Le he cambiado los mosfet de baja y alta tension, ya que muchos estaban cortocircuitados, y los fusibles que habian saltado(no todos, me sorprende pq parecen estar en paralelo), pero  sigue sin dar salida. 

La cuestion ahora es saber que otros elementos pudieron dañarse. Es la primera vez que me meto con un inversor y las dudas me asaltan.

He visto una resistencia de potencia que presenta signos de haber echado humo, y mi otra sorpresa es que tiene 5 colores en vez de cuatro (vale) pero el primer color es negro  . LOs colores son estos-----> negro--naranja--azul--plata-----oro
Buscando que valor podria ser, supongo que seran 0,36ohm. No lo se  . Se encuentra en la patilla de fuente de los transistores de alta.
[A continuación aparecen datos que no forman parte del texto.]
"""A line of elements: limits and conservation first, then values from outside, then what is refused."""

from __future__ import annotations

import numpy as np
import pytest
from hypothesis import given, settings
from hypothesis import strategies as st
from numpy.testing import assert_allclose

from pulsekit.errors import InputError
from pulsekit.fluids import Fluid
from pulsekit.line import (
    ClosedEnd,
    FlowSource,
    GasDamper,
    Hose,
    ImpedanceEnd,
    Line,
    MatchedEnd,
    MeasuredPressure,
    OpenEnd,
    Pipe,
    Restrictor,
    RestrictorEnd,
    SideBranch,
    Volume,
    resonances,
)  # fmt: skip
from pulsekit.line.balance import equivalent_resistance, mean_turbulent_drop
from pulsekit.trace import Harmonics

OIL = Fluid(density=870.0, viscosity=0.04, bulk_modulus=1.5e9)
THIN = Fluid(density=870.0, viscosity=1e-9, bulk_modulus=1.5e9)  # as good as without friction


def pipe(length=2.0, radius=0.008, speed=1300.0, **more):
    return Pipe(length=length, radius=radius, wave_speed=speed, **more)


def source(*coefficients, frequency=50.0):
    return FlowSource(Harmonics(frequency, [6e-4, *coefficients]))


FREQUENCIES = np.linspace(3.0, 900.0, 301)


def test_two_halves_are_one_pipe():
    whole = Line([pipe(4.0)], end=ClosedEnd(), fluid=OIL).input_impedance(FREQUENCIES)
    halves = Line([pipe(1.5), pipe(2.5)], end=ClosedEnd(), fluid=OIL).input_impedance(FREQUENCIES)
    assert_allclose(halves, whole, rtol=1e-12)


def test_a_lossless_closed_line_is_a_cotangent():
    found = Line([pipe(2.0)], end=ClosedEnd(), fluid=THIN).input_impedance(FREQUENCIES)
    area = np.pi * 0.008**2
    expected = 870 * 1300 / area / (1j * np.tan(2 * np.pi * FREQUENCIES * 2.0 / 1300))
    # the thin liquid's layer changes the wave number by 1e-5
    assert_allclose(found, expected, rtol=2e-2)


def test_a_matched_line_is_its_own_impedance_however_long():
    short = Line([pipe(0.1)], end=MatchedEnd(), fluid=OIL).input_impedance(FREQUENCIES)
    long_ = Line([pipe(1e6)], end=MatchedEnd(), fluid=OIL).input_impedance(FREQUENCIES)
    assert_allclose(long_, short, rtol=1e-12)


def test_a_very_long_line_neither_overflows_nor_loses_a_digit():
    # Re(gamma L) of about 1000: the end is not heard, whatever it is
    line = [Pipe(length=3e4, radius=0.001, wave_speed=1300.0)]
    closed, opened, matched = (Line(line, end=end, fluid=OIL).input_impedance(1000.0) for end in (ClosedEnd(), OpenEnd(), MatchedEnd()))
    assert_allclose([closed, opened], [matched, matched], rtol=1e-13)
    response = Line(line, end=ClosedEnd(), fluid=OIL).respond(source(1e-6, frequency=1000.0))
    assert np.isfinite(response.pressure(3e4).coefficients).all()


def test_reciprocity():
    """Pressure at the end per flow at the source is the same from the other side: the transfer impedance of a closed line is symmetric."""
    parts = [pipe(1.0), Restrictor(pressure_drop="3 bar", flow="38 L/min"), Volume(volume="0.3 L"), pipe(0.7, 0.012), pipe(0.3)]
    there = Line(parts, end=ClosedEnd(), fluid=OIL, mean_flow=0.0006).respond(source(1e-5, 2e-5j, 1e-6))
    back = Line(parts[::-1], end=ClosedEnd(), fluid=OIL, mean_flow=0.0006).respond(source(1e-5, 2e-5j, 1e-6))
    assert_allclose(there.pressure(2.0).coefficients[1:], back.pressure(2.0).coefficients[1:], rtol=1e-11)


def _chain(parts, frequency):
    """Transfer matrix [p, q] at 0 -> at the end, from two ends of the same line."""
    columns = []
    for end in (ClosedEnd(), OpenEnd()):
        response = Line(parts, end=end, fluid=OIL, mean_flow=0.0006).respond(source(1e-5, frequency=frequency))
        length = response.line.length
        columns.append([response.pressure(0.0).coefficients[1], response.flow_rate(0.0).coefficients[1],
                        response.pressure(length).coefficients[1], response.flow_rate(length).coefficients[1]])  # fmt: skip
    a = np.array(columns).T
    return a[2:] @ np.linalg.inv(a[:2])


def test_determinant_is_one():
    parts = [pipe(1.0), SideBranch([pipe(0.4)], end=ClosedEnd()), pipe(0.6), Restrictor(pressure_drop="3 bar", flow="38 L/min"), pipe(0.2)]
    for frequency in (17.0, 120.0, 433.0):
        # the two ends make the matrix from numbers of different size, which costs a few digits
        assert_allclose(np.linalg.det(_chain(parts, frequency)), 1.0, rtol=1e-7)


def test_energy_balance():
    """What enters at the source is dissipated or leaves; along a pipe the power only falls."""
    line = Line([pipe(3.0)], end=RestrictorEnd(pressure_drop="20 bar", flow="38 L/min"), fluid=OIL, mean_flow=38 / 6e4)
    response = line.respond(source(2e-5, 1e-5, 5e-6j))
    places = np.linspace(0, 3, 31)
    power = [0.5 * np.sum((response.pressure(x).coefficients[1:] * response.flow_rate(x).coefficients[1:].conj()).real) for x in places]
    assert power[0] > power[-1] > 0
    assert np.all(np.diff(power) < 0)


def test_steady_drop_is_poiseuilles():
    response = Line([pipe(3.0)], end=OpenEnd(), fluid=OIL, mean_flow=1e-5, mean_pressure="10 bar(a)").respond(source(1e-6))
    drop = 8 * 0.04 * 3.0 * 1e-5 / (np.pi * 0.008**4)
    assert_allclose(response.pressure(0.0).mean - response.pressure(3.0).mean, drop, rtol=1e-12)


def test_quarter_and_half_waves():
    # (2k + 1) a/4L and k a/2L: a = 1300, L = 10 give 32.5, 97.5 and 65, 130 Hz
    closed = resonances(Line([Pipe(length=10.0, radius=0.05, wave_speed=1300.0)], end=ClosedEnd(), fluid=THIN), below=150.0)
    opened = resonances(Line([Pipe(length=10.0, radius=0.05, wave_speed=1300.0)], end=OpenEnd(), fluid=THIN), below=120.0)
    assert_allclose([found.frequency for found in closed], [65, 130], atol=0.1)
    assert_allclose([found.frequency for found in opened], [32.5, 97.5], atol=0.1)


def test_a_measured_pressure_gives_the_line_that_made_it():
    parts = [pipe(1.0), GasDamper(gas_volume="0.05 L", pressure="100 bar", polytropic_exponent=1.4), pipe(2.0)]
    line = Line(parts, end=ClosedEnd(), fluid=OIL, mean_flow=6e-4)
    made = line.respond(source(2e-5, 1e-5j, 3e-6))
    again = line.respond(MeasuredPressure(made.pressure(0.4), station="0.4 m"))
    assert_allclose(again.pressure(2.7).coefficients[1:], made.pressure(2.7).coefficients[1:], rtol=1e-10)
    assert_allclose(again.flow_rate(0.0).coefficients[1:], made.flow_rate(0.0).coefficients[1:], rtol=1e-10)


@settings(max_examples=25, deadline=None)
@given(factor=st.floats(1e-3, 1e3), turn=st.floats(0, 6.28))
def test_linearity(factor, turn):
    line = Line([pipe(1.0), Volume(volume="0.2 L"), pipe(2.0)], end=ClosedEnd(), fluid=OIL, mean_flow=6e-4)
    one = line.respond(source(2e-5, 1e-5)).pressure(1.5).coefficients[1:]
    many = line.respond(source(2e-5 * factor * np.exp(1j * turn), 1e-5 * factor * np.exp(2j * turn))).pressure(1.5).coefficients[1:]
    assert_allclose(many, one * factor * np.exp([1j * turn, 2j * turn]), rtol=1e-9)


def test_a_quarter_wave_branch_silences_its_frequency():
    branch = SideBranch([pipe(1300 / 4 / 100.0)], end=ClosedEnd())
    bare = Line([pipe(1.0), pipe(2.0)], end=MatchedEnd(), fluid=THIN, mean_flow=0.0).respond(source(1e-5, frequency=100.0))
    tuned = Line([pipe(1.0), branch, pipe(2.0)], end=MatchedEnd(), fluid=THIN, mean_flow=0.0).respond(source(1e-5, frequency=100.0))
    assert abs(tuned.pressure(3.0).coefficients[1]) < 1e-3 * abs(bare.pressure(3.0).coefficients[1])


def test_a_damper_is_its_compliance():
    damper = GasDamper(gas_volume="0.5 L", pressure="180 bar(a)", polytropic_exponent=1.2)
    line = Line([damper, pipe(1e-6)], end=ClosedEnd(), fluid=OIL)
    assert_allclose(line.input_impedance(10.0), 1.2 * 180e5 / (2j * np.pi * 10 * 0.5e-3), rtol=1e-4)


def test_a_volume_is_its_compliance():
    line = Line([Volume(volume="0.8 L"), pipe(1e-6)], end=ClosedEnd(), fluid=OIL)
    assert_allclose(line.input_impedance(10.0), 1.5e9 / (2j * np.pi * 10 * 0.8e-3), rtol=1e-4)


@pytest.mark.parametrize(("mean", "ratio"), [(0.0, 0.849), (0.25, 0.928), (0.5, 1.160), (0.9, 1.803), (1.0, 2.000)])
def test_equivalent_resistance(mean, ratio):
    # computed integral of q|q| cos over a cycle, Q0/Q1 = mean; printed to 3 digits
    assert_allclose(equivalent_resistance(1.0, mean, [1.0]), ratio, atol=6e-4)


def test_equivalent_resistance_without_mean_flow_against_a_cycle_in_time():
    time = np.linspace(0, 2 * np.pi, 200001)
    flow = np.cos(time)
    taken = np.trapezoid(flow**2 * np.abs(flow), time) / np.trapezoid(flow**2, time)
    assert_allclose(equivalent_resistance(1.0, 0.0, [1.0]), taken, rtol=1e-4)
    assert_allclose(taken, 8 / (3 * np.pi), rtol=1e-6)


def test_mean_drop_with_ripple():
    # 2.65 k Q0^2 at Q0/Q1 = 0.5, printed to 3 digits
    assert_allclose(mean_turbulent_drop(1.0, 0.5, [1.0]) / 0.25, 2.65, atol=0.005)


def test_a_restrictor_in_a_closed_branch_still_damps():
    parts = [SideBranch([Restrictor(pressure_drop="3 bar", flow="38 L/min"), Volume(volume="1 L")], end=ClosedEnd()), pipe(2.0)]
    response = Line(parts, end=ClosedEnd(), fluid=OIL, mean_flow=6e-4).respond(source(1e-5, 5e-6j))
    assert any("harmonic balance" in remark for remark in response.remarks)
    found = response.values["element.0.element.0.equivalent_resistance"]
    constant = 3e5 / (38 / 6e4) ** 2
    assert 0 < found < 10 * constant * 1.5e-5


def test_a_lossy_hose_damps_more_than_a_stiff_one():
    def end_pressure(loss):
        line = Line([Hose(length=3.0, radius=0.008, wave_speed=900.0, loss_factor=loss)], end=ClosedEnd(), fluid=OIL, mean_flow=0.0)
        return abs(line.respond(source(1e-5, frequency=150.0)).pressure(3.0).coefficients[1])

    assert end_pressure(0.2) < end_pressure(0.0)


@pytest.mark.parametrize(
    ("make", "word"),
    [
        (lambda: Line([pipe()], end=None, fluid=OIL), "end"),
        (lambda: Line([], end=ClosedEnd(), fluid=OIL), "element"),
        (lambda: pipe(length="-2 m"), "length"),
        (lambda: pipe(length="2 s"), "length"),
        (lambda: Pipe(length="2 m"), "radius"),
        (lambda: Pipe(length="2 m", nominal_size="2"), "nominal"),
        (lambda: Line([pipe(), SideBranch([pipe()], end=ClosedEnd())], end=ClosedEnd(), fluid=OIL), "side branch"),
        (lambda: Line([pipe(2.0)], end=ClosedEnd(), fluid=OIL).respond(source(1e-6)).pressure("3 m"), "position"),
        (lambda: Line([Volume(volume="1 L"), pipe()], end=ClosedEnd(), fluid=Fluid(density=870.0, viscosity=0.04)).input_impedance(10.0), "bulk_modulus"),
        (lambda: Line([Pipe(length="1 m", radius="8 mm")], end=ClosedEnd(), fluid=Fluid(density=870.0, viscosity=0.04)).input_impedance(10.0), "bulk_modulus"),
        (lambda: GasDamper(pressure="180 bar"), "gas_volume"),
        (lambda: ImpedanceEnd(complex("inf")), "finite"),
        (lambda: Line([pipe()], end=ClosedEnd(), fluid=OIL).input_impedance(0.0), "above 0"),
    ],
)  # fmt: skip
def test_what_makes_no_line_is_refused(make, word):
    with pytest.raises(InputError, match=word):
        make()


def test_pipe_schedules():
    # ASME B36.10M: NPS 2 schedule 80 is 60.3 mm by 5.54 mm (from memory)
    assert_allclose(Pipe(length="1 m", nominal_size="2", schedule="80", wave_speed=1300.0).radius, (60.3 / 2 - 5.54) / 1e3, rtol=1e-12)
    assert_allclose(Pipe(length="1 m", nominal_size="DN50", schedule="80", wave_speed=1300.0).radius, (60.3 / 2 - 5.54) / 1e3, rtol=1e-12)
Me gustaria saber que otros componentes, tuvieron riesgo de romperse, a nivel de bloques( potencia, control..). Yo os ire diciendo toda la información que necesiteis.

Antre todo gracias, por leerme y por ayudarme.

Saludos.


----------



## JV (Feb 13, 2007)

Hola assasin, te respondo de la parte que se, efectivamente la resistencia es de 0.36 y tiene 5 colores porque usa el codigo de 5 colores  , funciona igual que el de 4, a saber:

NUMERO - NUMERO - NUMERO - MULTIPLICADOR - TOLERANCIA

Saludos...


----------



## heli (Feb 13, 2007)

Efectivamente, además en las resistencias de precisión se suelen usar también 4 colores, la tolerancia suele ser rojo o marrón para indicar 2% ó 1%, en vez de dorado (5%).
Si han saltado los mosfet probablemente también haya saltado el driver, es común que el gate quede en cortocircuíto con otra pata y meta MUCHA tensión en la salida del driver. Si el driver está averiado pueden estropearse los transistores inmediatamente al aplicar tensión, dependiendo del circuito. 
Los componentes qe más facilmente se averían por cortocircuitos o sobrecargas son, por orden de mayor probabilidad a menor:
Circuitos integrados, transistores, diodos, (semiconductores en general), resistencias, pistas de circuito impreso, bobinas, condensadores.
Por envejecimiento: Condensadores electrolíticos, elementos mecánicos (pulsadores etc), resistencias, semiconductores.
Busca primero componentes de potencia, son los que más fácilmente fallan, luego en los pequeñitos de mando.
No se puede precisar más sin más información, cada avería es un mundo.


----------



## assasin (Feb 13, 2007)

Muchisimas gracias por contestar. 
El valor de la resistencia pues lo dejamos en 0,36 ohm. Pero no se si cambiarla. Muestra signos de haber sufrido, pero encontrar una no me va a ser facil. Ya me he recorrido casi todas las tiendas de componentes de zaragoza y ninguna la tiene. Dudo de como reemplazarla....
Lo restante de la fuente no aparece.